In contrast, Jared takes the culture we live in and contrasts it with the necessary consequences of the Gospel. Now, in doing this, Jared doesn’t set to prove or defend his short list of Gospel consequences (scripture, prayer, fasting, service, community) – and that will undoubted also draw the ire of some. I also admit that I was very much underwhelmed by the conceit of “rhythms” to describe these things. It smacks of some sort of feng shui, as if these things are not actually necessary but are helpful. To that I say “eh”.

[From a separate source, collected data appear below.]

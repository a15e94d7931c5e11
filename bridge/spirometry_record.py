"""Spirometry in the canonical record: what the export carries and what the bridge recomputes (pure).

Owns the optional ``spirometry`` section of a session (ATS/ERS 2019 spirometry standard, Graham et
al., Am J Respir Crit Care Med 2019;200:e70): the values before (``pre``) and after (``post``) a
bronchodilator, each manoeuvre with the lab's acceptability of its FEV1 and FVC, the drug and
dose; the patient's GLI-2012 :class:`Ethnicity`; and :class:`SpirometryDerived`, what
``bridge.science.spirometry_derive`` recomputes (grades, repeatability, FEV1/FVC, reference
values, the bronchodilator response). ``bridge.model`` re-exports the record's types. Imports
only the stdlib, pydantic and ``bridge.values``.
"""

from __future__ import annotations

from dataclasses import field
from enum import StrEnum
from typing import Annotated, Literal

from bridge.values import Measure, Quantity, Text, record

Volume = Annotated[Quantity, Measure("volume", "L")]
Percentage = Annotated[Quantity, Measure("fraction", "%")]
Flow = Annotated[Quantity, Measure("flow", "L/s")]
DrugDose = Annotated[Quantity, Measure("mass", "ug")]


class Ethnicity(StrEnum):
    """The groups of the GLI-2012 spirometry equations (Quanjer et al., Eur Respir J 2012): only GLI-2012 uses one."""

    CAUCASIAN = "caucasian"
    AFRICAN_AMERICAN = "african_american"
    NORTH_EAST_ASIAN = "north_east_asian"
    SOUTH_EAST_ASIAN = "south_east_asian"
    OTHER = "other"


# --- spirometry (ATS/ERS 2019): optional, beside the DLCO test of the same session ---------------

# A manoeuvre's standing for one parameter, as the lab judged it (ATS/ERS 2019): acceptable
# (also usable), usable only, or neither.
ManoeuvreStatus = Literal["acceptable", "usable", "not_usable"]


@record
class SpirometryValues:
    """The values of one set of forced expirations (before or after the bronchodilator), as the lab reports them."""

    fev1: Volume | None = None
    fvc: Volume | None = None
    fev1_fvc: Percentage | None = None  # the ratio as a percentage (75 %), or with unit "1" as a fraction (0.75)
    fef25_75: Flow | None = None
    pef: Flow | None = None


@record
class SpirometryManoeuvre:
    """One forced expiration: its values and the lab's acceptability of its FEV1 and FVC (graded separately)."""

    fev1: Volume | None = None
    fvc: Volume | None = None
    fef25_75: Flow | None = None
    pef: Flow | None = None
    fev1_status: ManoeuvreStatus | None = None  # None: the lab did not say
    fvc_status: ManoeuvreStatus | None = None


@record
class SpirometryPhase:
    """The reported values of one phase (before or after the bronchodilator) and its manoeuvres."""

    results: SpirometryValues = SpirometryValues()
    manoeuvres: tuple[SpirometryManoeuvre, ...] = ()


@record
class Bronchodilator:
    """The bronchodilator given between the two phases."""

    drug: Text
    dose: DrugDose | None = None


@record
class Spirometry:
    """Spirometry of the session: before (``pre``) and after (``post``) a bronchodilator, and the drug given."""

    # The reference set the lab's own report used for spirometry ("GLI-2012"), as the lab names it:
    # carried and shown, never charted (the bridge's reference values are the site's setting).
    reference_set: Text | None = None
    pre: SpirometryPhase | None = None
    post: SpirometryPhase | None = None
    bronchodilator: Bronchodilator | None = None


# --- what the bridge recomputes --------------------------------------------------------------

# The quantities of a phase, by the key every output and finding uses.
SPIROMETRY_KEYS = ("fev1", "fvc", "fev1_fvc", "fef25_75", "pef")


@record
class SpirometryReference:
    """One spirometry value against its reference equations (canonical units; FEV1/FVC in %)."""

    reference_set: Text
    measured: Quantity
    predicted: Quantity
    lln: Quantity
    uln: Quantity
    z_score: float
    percent_predicted: Quantity
    impairment: Literal["normal", "mild", "moderate", "severe"]
    flag: Literal["L", "N", "H"]


@record
class ParameterGrade:
    """The 2019 grade of FEV1 or FVC in one phase, from the lab's acceptability of each manoeuvre."""

    grade: str  # A-F, or U
    acceptable: int
    usable: int  # usable but not acceptable
    difference: Quantity | None = None  # largest minus next largest acceptable value (L)
    repeatable: bool | None = None  # None: fewer than two acceptable values


@record
class PhaseDerived:
    """What the bridge recomputed for one phase (pre or post)."""

    fev1_fvc: Quantity | None = None  # FEV1/FVC recomputed from the reported volumes, in %
    fev1_grade: ParameterGrade | None = None  # None: no manoeuvre with the lab's status
    fvc_grade: ParameterGrade | None = None
    references: dict[str, SpirometryReference] = field(default_factory=dict)  # by key (SPIROMETRY_KEYS)


@record
class BronchodilatorChange:
    """The change of FEV1 or FVC after the bronchodilator, relative to the predicted value (ERS/ATS 2022)."""

    change: Quantity  # post - pre, L
    percent_of_predicted: Quantity  # 100 x change / predicted, %
    significant: bool


@record
class SpirometryDerived:
    """Spirometry recomputed: per phase, the reference set used, and the bronchodilator response."""

    reference_set: Text  # the site's spirometry equations (GLI Global or GLI-2012), by title
    pre: PhaseDerived | None = None
    post: PhaseDerived | None = None
    fev1_response: BronchodilatorChange | None = None
    fvc_response: BronchodilatorChange | None = None
    reference_not_computed: str | None = None  # why there are no reference values, when there are none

But along side that are statements like, “we read the bible asking ourselves how we might use it rather than how it might use us,” which should convict any good man; regarding prayer, “As busy as we think we are, none of us have as large a burden placed on us as Jesus did;” regarding the church as a community, the plain statement, “suburban churches often reflect and emulate their cultures rather than challenge them.” And Jared’s challenge to you is that you think about this problem seriously – which is to say, as if you really had to do something about it.

A friend of mine has said that too many books talk too much about “ought” and not enough about “is”. I think if Jared’s book has anything to offer at all, it should how the “is” must migrate to the “ought” – not just by the force of a systematic theological view, but because this is who Jesus calls us to be.

It would be wrong of me to say that I think everyone will benefit from this book. I think in fact most people will not benefit from this book – because they don’t know to read well, and they really don’t know how to think through practical theological issues from a pastoral standpoint – that is, from the standpoint that you must speak to people and not just at them.

Abide is not perfect by a long shot. Why Jared lists “fasting” instead of “worship” in his list of spiritual disciplines I cannot guess; why he calls these activities and the means by which we ought to practice them “rhythms” seems either intentionally antagonistic toward the people who might benefit from this book most (that is: those locked up in their properly-systematic boxes), or perhaps ignorant of the baggage that word would have in this use.

But! Jared has done something here you need to try to come to grips with. Even if you read it and disagree with it, it offers the right challenge to your Christian life and offers the right answers. It doesn’t steer you away from the right-minded view of the Gospel and its consequences: it makes you think about why you didn’t do anything about it today.

And any book that will do that is worth reading.